Top of INPUT DATA

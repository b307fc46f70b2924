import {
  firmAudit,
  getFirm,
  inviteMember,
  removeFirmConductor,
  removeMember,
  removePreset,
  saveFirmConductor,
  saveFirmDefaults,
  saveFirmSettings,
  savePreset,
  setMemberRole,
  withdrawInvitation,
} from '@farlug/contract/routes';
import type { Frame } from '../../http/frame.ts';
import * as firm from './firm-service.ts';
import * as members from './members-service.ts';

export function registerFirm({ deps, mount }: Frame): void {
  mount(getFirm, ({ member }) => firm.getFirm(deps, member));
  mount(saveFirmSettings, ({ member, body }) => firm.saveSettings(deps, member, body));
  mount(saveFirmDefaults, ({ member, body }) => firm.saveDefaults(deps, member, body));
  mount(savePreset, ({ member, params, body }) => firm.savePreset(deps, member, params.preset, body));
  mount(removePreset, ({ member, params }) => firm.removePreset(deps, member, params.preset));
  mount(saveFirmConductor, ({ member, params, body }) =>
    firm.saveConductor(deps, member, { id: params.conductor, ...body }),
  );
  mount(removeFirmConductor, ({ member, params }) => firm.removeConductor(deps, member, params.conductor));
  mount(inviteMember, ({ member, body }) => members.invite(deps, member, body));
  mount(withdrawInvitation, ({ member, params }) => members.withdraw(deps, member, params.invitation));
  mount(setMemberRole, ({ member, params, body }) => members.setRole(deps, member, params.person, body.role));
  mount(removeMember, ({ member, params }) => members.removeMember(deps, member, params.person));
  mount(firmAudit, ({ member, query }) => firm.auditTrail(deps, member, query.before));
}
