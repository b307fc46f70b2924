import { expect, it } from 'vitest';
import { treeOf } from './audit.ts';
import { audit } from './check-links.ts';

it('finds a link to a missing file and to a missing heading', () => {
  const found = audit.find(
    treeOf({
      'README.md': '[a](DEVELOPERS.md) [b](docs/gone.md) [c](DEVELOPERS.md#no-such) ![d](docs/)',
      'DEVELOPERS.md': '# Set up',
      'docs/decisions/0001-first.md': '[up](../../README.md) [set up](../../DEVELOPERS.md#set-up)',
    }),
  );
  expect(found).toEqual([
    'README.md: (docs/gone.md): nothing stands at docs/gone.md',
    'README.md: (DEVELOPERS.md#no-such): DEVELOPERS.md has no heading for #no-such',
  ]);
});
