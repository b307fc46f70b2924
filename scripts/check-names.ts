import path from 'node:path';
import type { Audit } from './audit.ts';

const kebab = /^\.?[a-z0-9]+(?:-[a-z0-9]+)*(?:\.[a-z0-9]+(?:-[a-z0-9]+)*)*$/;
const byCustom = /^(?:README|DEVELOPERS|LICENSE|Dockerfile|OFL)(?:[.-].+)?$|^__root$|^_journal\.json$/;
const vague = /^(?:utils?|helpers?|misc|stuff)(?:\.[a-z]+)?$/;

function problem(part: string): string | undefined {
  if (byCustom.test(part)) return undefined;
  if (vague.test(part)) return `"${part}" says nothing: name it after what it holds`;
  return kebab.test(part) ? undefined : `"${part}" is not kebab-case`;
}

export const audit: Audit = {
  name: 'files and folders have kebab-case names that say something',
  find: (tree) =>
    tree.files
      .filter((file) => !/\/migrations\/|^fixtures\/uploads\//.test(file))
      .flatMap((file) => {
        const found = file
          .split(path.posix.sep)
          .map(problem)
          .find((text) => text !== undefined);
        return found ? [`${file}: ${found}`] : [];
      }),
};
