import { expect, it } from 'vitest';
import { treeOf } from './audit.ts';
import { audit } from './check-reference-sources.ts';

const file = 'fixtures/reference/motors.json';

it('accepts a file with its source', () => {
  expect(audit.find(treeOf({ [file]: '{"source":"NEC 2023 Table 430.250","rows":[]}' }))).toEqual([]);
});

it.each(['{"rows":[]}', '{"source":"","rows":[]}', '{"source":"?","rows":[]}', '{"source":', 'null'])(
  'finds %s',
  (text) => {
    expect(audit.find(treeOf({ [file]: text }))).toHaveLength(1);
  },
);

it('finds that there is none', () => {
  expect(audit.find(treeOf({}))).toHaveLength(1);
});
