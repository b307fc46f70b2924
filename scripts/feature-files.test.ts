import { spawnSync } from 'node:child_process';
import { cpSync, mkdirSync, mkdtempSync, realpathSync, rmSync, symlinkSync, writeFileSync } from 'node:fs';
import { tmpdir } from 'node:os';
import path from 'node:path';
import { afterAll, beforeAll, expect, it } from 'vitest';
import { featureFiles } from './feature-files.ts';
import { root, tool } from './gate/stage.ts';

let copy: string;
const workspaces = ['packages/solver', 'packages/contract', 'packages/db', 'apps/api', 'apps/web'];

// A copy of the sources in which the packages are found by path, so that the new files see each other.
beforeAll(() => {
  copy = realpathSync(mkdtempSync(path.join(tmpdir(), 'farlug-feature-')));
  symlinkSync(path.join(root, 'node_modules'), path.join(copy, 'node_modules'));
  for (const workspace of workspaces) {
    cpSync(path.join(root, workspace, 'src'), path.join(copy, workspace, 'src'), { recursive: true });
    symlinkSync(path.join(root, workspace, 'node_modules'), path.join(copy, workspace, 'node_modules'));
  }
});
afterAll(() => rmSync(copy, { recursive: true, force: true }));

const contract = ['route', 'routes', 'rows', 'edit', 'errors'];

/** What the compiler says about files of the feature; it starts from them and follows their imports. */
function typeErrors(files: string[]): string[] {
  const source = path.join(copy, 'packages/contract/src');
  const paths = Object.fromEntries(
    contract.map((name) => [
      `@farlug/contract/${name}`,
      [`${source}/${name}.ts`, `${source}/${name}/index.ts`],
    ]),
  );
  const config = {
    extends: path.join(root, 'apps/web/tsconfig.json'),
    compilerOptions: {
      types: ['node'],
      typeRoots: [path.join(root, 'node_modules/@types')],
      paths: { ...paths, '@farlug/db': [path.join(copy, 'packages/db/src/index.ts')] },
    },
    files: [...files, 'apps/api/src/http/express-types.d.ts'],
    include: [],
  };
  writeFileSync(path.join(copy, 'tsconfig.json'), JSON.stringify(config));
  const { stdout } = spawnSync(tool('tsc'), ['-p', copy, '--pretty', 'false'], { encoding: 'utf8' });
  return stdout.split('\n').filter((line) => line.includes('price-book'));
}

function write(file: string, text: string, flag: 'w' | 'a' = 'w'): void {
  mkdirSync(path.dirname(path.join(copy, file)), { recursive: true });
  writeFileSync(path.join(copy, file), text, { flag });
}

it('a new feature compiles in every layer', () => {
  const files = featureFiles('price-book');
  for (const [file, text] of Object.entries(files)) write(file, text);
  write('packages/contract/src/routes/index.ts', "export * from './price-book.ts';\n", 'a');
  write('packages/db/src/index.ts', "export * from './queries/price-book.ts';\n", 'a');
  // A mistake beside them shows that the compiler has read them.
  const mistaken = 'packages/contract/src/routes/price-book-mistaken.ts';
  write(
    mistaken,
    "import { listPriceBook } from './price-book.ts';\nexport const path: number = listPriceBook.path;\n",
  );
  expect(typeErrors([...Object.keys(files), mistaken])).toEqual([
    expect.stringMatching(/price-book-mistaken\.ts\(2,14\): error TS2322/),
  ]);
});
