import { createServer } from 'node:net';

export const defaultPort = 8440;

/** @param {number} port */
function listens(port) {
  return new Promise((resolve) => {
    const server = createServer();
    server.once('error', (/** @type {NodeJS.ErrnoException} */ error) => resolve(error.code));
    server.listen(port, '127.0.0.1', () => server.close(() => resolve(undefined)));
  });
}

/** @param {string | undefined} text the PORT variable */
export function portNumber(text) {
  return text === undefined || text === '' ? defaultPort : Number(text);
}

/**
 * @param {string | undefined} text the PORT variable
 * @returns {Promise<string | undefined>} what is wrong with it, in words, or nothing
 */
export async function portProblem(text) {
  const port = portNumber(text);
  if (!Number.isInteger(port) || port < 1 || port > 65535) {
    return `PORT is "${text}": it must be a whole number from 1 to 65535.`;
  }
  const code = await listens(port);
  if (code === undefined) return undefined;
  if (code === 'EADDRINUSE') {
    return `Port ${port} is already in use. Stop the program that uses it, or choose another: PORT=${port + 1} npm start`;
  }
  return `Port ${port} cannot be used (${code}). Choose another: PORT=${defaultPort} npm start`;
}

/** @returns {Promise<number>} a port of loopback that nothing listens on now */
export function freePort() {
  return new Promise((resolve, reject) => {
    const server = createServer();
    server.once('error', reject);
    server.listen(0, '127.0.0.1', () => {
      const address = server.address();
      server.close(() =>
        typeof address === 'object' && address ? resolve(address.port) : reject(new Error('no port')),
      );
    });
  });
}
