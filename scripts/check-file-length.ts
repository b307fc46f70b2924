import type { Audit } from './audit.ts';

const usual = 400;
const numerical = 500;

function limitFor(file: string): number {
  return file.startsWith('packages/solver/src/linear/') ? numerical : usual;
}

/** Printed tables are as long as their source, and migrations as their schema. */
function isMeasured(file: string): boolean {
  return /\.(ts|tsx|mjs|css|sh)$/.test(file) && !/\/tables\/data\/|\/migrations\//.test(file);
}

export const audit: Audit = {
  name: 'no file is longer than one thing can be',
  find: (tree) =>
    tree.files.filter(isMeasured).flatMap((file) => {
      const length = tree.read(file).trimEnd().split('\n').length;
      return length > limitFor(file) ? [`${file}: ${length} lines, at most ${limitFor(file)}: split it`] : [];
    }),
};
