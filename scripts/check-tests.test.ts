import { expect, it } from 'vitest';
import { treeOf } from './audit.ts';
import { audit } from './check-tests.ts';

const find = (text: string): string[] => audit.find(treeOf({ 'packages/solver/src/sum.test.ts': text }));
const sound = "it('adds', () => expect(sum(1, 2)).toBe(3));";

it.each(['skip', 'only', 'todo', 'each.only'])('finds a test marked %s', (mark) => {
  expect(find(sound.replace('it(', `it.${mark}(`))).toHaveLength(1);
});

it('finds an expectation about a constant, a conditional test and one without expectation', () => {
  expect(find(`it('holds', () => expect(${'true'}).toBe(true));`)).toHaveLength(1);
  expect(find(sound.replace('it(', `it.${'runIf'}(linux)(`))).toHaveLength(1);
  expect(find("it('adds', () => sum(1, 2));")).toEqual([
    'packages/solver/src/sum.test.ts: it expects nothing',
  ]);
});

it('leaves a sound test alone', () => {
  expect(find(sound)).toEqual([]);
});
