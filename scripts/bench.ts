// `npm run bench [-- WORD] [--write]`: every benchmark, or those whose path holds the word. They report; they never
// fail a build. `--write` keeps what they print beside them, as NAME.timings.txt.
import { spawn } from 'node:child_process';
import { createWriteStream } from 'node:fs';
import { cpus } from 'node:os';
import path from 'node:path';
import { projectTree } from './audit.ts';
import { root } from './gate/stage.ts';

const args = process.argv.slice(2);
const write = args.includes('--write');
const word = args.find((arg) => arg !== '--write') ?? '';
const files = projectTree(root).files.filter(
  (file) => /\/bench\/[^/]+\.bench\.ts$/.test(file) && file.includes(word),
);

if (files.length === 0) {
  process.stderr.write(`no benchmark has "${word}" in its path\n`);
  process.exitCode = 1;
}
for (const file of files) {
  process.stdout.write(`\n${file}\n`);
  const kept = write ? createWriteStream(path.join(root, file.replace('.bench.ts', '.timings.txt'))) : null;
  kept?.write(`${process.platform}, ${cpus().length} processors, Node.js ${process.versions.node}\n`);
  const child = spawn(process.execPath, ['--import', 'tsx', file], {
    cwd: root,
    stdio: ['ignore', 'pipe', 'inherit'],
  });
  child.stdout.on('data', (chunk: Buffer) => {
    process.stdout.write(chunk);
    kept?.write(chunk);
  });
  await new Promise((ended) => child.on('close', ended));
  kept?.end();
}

Bottom of INPUT DATA

**EXERCISE REQUIREMENTS:**
The string "rows" appears on some lines of the data; count those lines and report only how many there are.

**SOLVED EXERCISE:**
3